If I was in Peter Mandelson's position, I would have brought forward a raft of consumer protection legislation. In fact I would go back to Margaret Beckett, back in 1997 when she became the first Secretary of State for Trade and Industry under Tony Blair (Mandelson briefly had the role in 1998 before it went to Stephen Byers) and say that New Labour, with its consumer-focused, modern party attitude of the era of service sector industry, needs proper protection, especially as back in the late 1990s new areas of trade notably via the internet were expanding. All companies should be compelled to make it easier to extract yourself from contracts. They should be compelled to have physical addresses you can write to, in order to do this. No company should be allowed to charge for a service that the user can no longer access. There should be a limit on all fixed-term contracts, such as you should be able to get out of any contract with 3 months' notice. I know rental contracts that even if you give immediate notice you want to leave the house, you will have to pay for a further 11 months for a house that you are no longer living in and most often has other tenants in it. This set of measures would have made a nice punchy package of legislation for the new government to show the people of Britain it was on their side. It is not revolutionary and actually would have encouraged good companies. Instead bad, nasty, greedy companies have been allowed to come to the fore and the blank face approach is a key weapon in their arsenal in squeezing every last drop from consumers in return for poor service and in fact, increasingly, often, for providing nothing at all.
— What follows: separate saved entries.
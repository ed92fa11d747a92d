/**
 * Edges of the general integrator (calc/numerics/ode.ts) up to the main loop: the tolerance lists and
 * their refusals, the integrator's size, the starting step of hairer-norsett-wanner-1 §II.4 in its
 * special cases, the stage times of the Dormand–Prince tableau (dormand-prince-1980), the step-size
 * control after a rejection, the dense output read from a step callback, and time events that are
 * due at once or leave a gap of 16 ulp. Found by mutation testing (StrykerJS).
 */
import { describe, expect, it } from "vitest";
import { CalcInputError } from "../../../calc/core/errors.ts";
import { DormandPrince45, type OdeOptions, type OdeRhs, OdeNonFiniteError } from "../../../calc/numerics/ode.ts";
import { decay } from "../../support/ode-problems.ts";

/** Runs `fn`, which must throw a CalcInputError, and returns its fields. */
const refusal = (fn: () => unknown) => {
  try {
    fn();
  } catch (e) {
    expect(e).toBeInstanceOf(CalcInputError);
    const c = e as CalcInputError;
    return { param: c.param, value: c.value, expected: c.expected, unit: c.unit, message: c.message };
  }
  throw new Error("no refusal");
};

/** Solves and records every accepted step's length [tPrev, t]. */
const stepsOf = (n: number, rhs: OdeRhs, t0: number, y0: number[], tEnd: number, opts: OdeOptions = {}) => {
  const lengths: number[] = [];
  const r = new DormandPrince45(n).solve(rhs, t0, y0, tEnd, {
    ...opts,
    onStep: (s) => {
      lengths.push(s.t - s.tPrev);
      return undefined;
    },
  });
  return { r, lengths };
};

describe("tolerances: a number or a list of one per component", () => {
  const solve2 = (opts: OdeOptions) =>
    new DormandPrince45(2).solve(
      (_t, y, f) => {
        f[0] = -y[0]!;
        f[1] = -2 * y[1]!;
      },
      0,
      [1, 1],
      1,
      opts,
    );

  it("refuses a list of the wrong length, naming the tolerance, the length it got and the length it needs", () => {
    expect(refusal(() => solve2({ atol: [1e-9] }))).toEqual({
      param: "atol",
      value: 1,
      expected: "a number or a list of 2",
      unit: "",
      message: "atol must be a number or a list of 2 (got 1)",
    });
    expect(refusal(() => solve2({ rtol: [1e-6, 1e-6, 1e-6] }))).toMatchObject({ param: "rtol", value: 3, expected: "a number or a list of 2" });
  });

  it("refuses a tolerance that is neither a number nor a list, reporting the value itself", () => {
    expect(refusal(() => solve2({ atol: true as unknown as number }))).toMatchObject({
      param: "atol",
      value: true,
      expected: "a number or a list of 2",
      unit: "",
    });
    expect(refusal(() => solve2({ rtol: "1e-6" as unknown as number }))).toMatchObject({
      param: "rtol",
      value: "1e-6",
      expected: "a number or a list of 2",
      unit: "",
    });
  });

  it("names the component of a list that is out of range", () => {
    expect(refusal(() => solve2({ rtol: [1e-6, 2] }))).toMatchObject({ param: "rtol[1]", value: 2, expected: "at least 1e-14 and at most 1", unit: "" });
    expect(refusal(() => solve2({ atol: [1e-9, -1] }))).toMatchObject({ param: "atol[1]", value: -1, unit: "" });
    // Infinity is allowed for atol only (it leaves a component out of the error norm), never for rtol.
    expect(refusal(() => solve2({ rtol: [1e-6, Number.POSITIVE_INFINITY] }))).toMatchObject({
      param: "rtol[1]",
      value: Number.POSITIVE_INFINITY,
      expected: "a finite number",
    });
    expect(refusal(() => solve2({ rtol: Number.POSITIVE_INFINITY }))).toMatchObject({
      param: "rtol",
      value: Number.POSITIVE_INFINITY,
      expected: "a finite number",
    });
    expect(refusal(() => solve2({ rtol: 2 }))).toMatchObject({ param: "rtol", value: 2, expected: "at least 1e-14 and at most 1" });
  });

  it("gives the same run for a list of equal tolerances as for the number", () => {
    const scalar = solve2({ rtol: 1e-7, atol: 1e-9 });
    const list = solve2({ rtol: [1e-7, 1e-7], atol: [1e-9, 1e-9] });
    expect(list).toEqual(scalar);
    // y1 = e^−1, y2 = e^−2 (closed form of y' = −y and y' = −2y)
    expect(Math.abs(scalar.y[0]! - Math.exp(-1))).toBeLessThan(1e-6);
    expect(Math.abs(scalar.y[1]! - Math.exp(-2))).toBeLessThan(1e-6);
  });

  it("leaves a component with atol = Infinity out of the norm; atol = Infinity everywhere is refused with its own words", () => {
    const one = new DormandPrince45(1).solve(decay, 0, [1], 1, { rtol: 1e-7, atol: 1e-9 });
    // The second component grows without bound control: it does not change the steps of the first.
    const both = new DormandPrince45(2).solve(
      (_t, y, f) => {
        f[0] = -y[0]!;
        f[1] = 50 * Math.cos(50 * y[1]!);
      },
      0,
      [1, 0],
      1,
      { rtol: 1e-7, atol: [1e-9, Number.POSITIVE_INFINITY] },
    );
    expect(both.steps).toBe(one.steps);
    expect(both.y[0]).toBe(one.y[0]);
    const all = { param: "atol", value: Number.POSITIVE_INFINITY, expected: "finite for at least one component", unit: "" };
    expect(refusal(() => solve2({ atol: Number.POSITIVE_INFINITY }))).toMatchObject(all);
    expect(refusal(() => solve2({ atol: [Number.POSITIVE_INFINITY, Number.POSITIVE_INFINITY] }))).toMatchObject(all);
  });
});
Of course, this is not even a 'what if?', it is a fantasy, it was never going to happen. Blair only got into power with the backing of Rupert Murdoch and Murdoch's reward was to not to have to face any legislation that would have hampered the intimidationg business practices his company seems to relish. How close Blair and Murdoch were has often been revealed, for example: http://www.guardian.co.uk/media/2006/jul/23/newscorporation.rupertmurdoch
Even as prime minister Blair was flying out to address Murdoch's News International as if he was a private citizen that you can hire for after dinner speeches rather than leader of a country. Do not even get me started on how Murdoch has more control over legislation in the UK than the average government minister: http://www.independent.co.uk/news/media/murdoch-set-to-back-blair--for-a-place-in-his-boardroom-409652.html

You could tell that no minister under Blair would go anywhere near true consumer protection with such a businessman who loves underhand business approaches in such a strong position in regard to the British political scene. Thus, twelve years on, millions of UK citizens are suffering from being manhandled by service companies that feel it is fine to take money for services they are not providing and to make it so difficult for customers to escape from contracts. This is not going to change in the UK while politicians are so shackled to unscrupulous business people. Ironically Murdoch does not like David Cameron, because Cameron inherited his wealth rather than made it himself. Trapped between the interests of inherited wealth and wealth through hard-pressure techniques, the average British person is simply something to be squeezed into debt. On this basis there is no choice at all at the next election, neither of the leading parties will do anything to help you as a service consumer.